# Exercise directions:
Show each line of the records in which the word "style" occurs.

(Stored data)
□ □ □ □ □ □ □

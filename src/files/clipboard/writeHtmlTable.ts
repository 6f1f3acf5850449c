import type { Cell } from "../../call/cell.js";
import { addressText } from "../../sheet/book/address.js";
import type { Area, Book } from "../../sheet/book/book.js";
import { columnAt } from "../../sheet/book/book.js";
import { readCell } from "../../sheet/book/cells.js";
import type { Span } from "../../sheet/book/spans.js";
import { spanAt } from "../../sheet/book/spans.js";
import { formulaText } from "../../sheet/formula/formula.js";
import { fieldOfCell } from "../cell/fieldOfCell.js";
import { markOf, marks } from "./ownMarks.js";

/**
 * An area of a book as an HTML table: what other programs show, and in attributes what the cells hold. Cells that a
 * formula of the area fills are blank beside it: it fills them again. Of all `rows` where only some of the area are
 * copied, they stand close below each other, and their formulas are those of where they stand.
 */
export function writeHtmlTable(book: Book, area: Area, rows: readonly Span[] = wholeOf(area)): string {
  const { sheet, top, left, right } = area;
  const columns = Array.from({ length: right - left + 1 }, (_, across) => columnAt(book, sheet, left + across));
  let text = "";
  let down = 0;
  for (const { from, to } of rows) {
    for (let row = from; row < to; row++, down++) {
      text += "<tr>";
      for (const [across, { cells, runs }] of columns.entries()) {
        const run = spanAt(runs, row);
        const formula = run && formulaText(run.formula, top + down, left + across);
        text += cellElement(readCell(cells, row), formula, isFilledFromWithin(book, area, rows, row, left + across));
      }
      text += "</tr>";
    }
  }
  return `<table ${marks.origin}="${addressText(top, left)}"><tbody>${text}</tbody></table>`;
}

function wholeOf({ top, bottom }: Area): readonly Span[] {
  return [{ from: top, to: bottom + 1 }];
}

function isFilledFromWithin(book: Book, area: Area, rows: readonly Span[], row: number, column: number): boolean {
  const claim = spanAt(columnAt(book, area.sheet, column).claims, row);
  if (claim === undefined || claim.column < area.left || claim.column > area.right) return false;
  return spanAt(rows, claim.row ?? row) !== undefined;
}

function cellElement(cell: Cell, formula: string | undefined, isFilled: boolean): string {
  const [kind, value] = isFilled ? markOf(null) : markOf(cell);
  const own = formula === undefined ? "" : ` ${marks.formula}="${escapeHtml(formula)}"`;
  const text = escapeHtml(fieldOfCell(cell)).replace(/\r\n?|\n/g, "<br>");
  // Other programs would take a text such as 007 for a number; this keeps most of them from it.
  const style = typeof cell === "string" ? ` style="white-space:pre-wrap;mso-number-format:'\\@'"` : "";
  return `<td ${marks.kind}="${kind}" ${marks.value}="${escapeHtml(value)}"${own}${style}>${text}</td>`;
}

function escapeHtml(text: string): string {
  return text
    .replaceAll("&", "&amp;")
    .replaceAll("<", "&lt;")
    .replaceAll(">", "&gt;")
    .replaceAll('"', "&quot;")
    .replaceAll("\r", "&#13;");
}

□ □ □ □ □ □ □

# Task answer:
  const style = typeof cell === "string" ? ` style="white-space:pre-wrap;mso-number-format:'\\@'"` : "";
  return `<td ${marks.kind}="${kind}" ${marks.value}="${escapeHtml(value)}"${own}${style}>${text}</td>`;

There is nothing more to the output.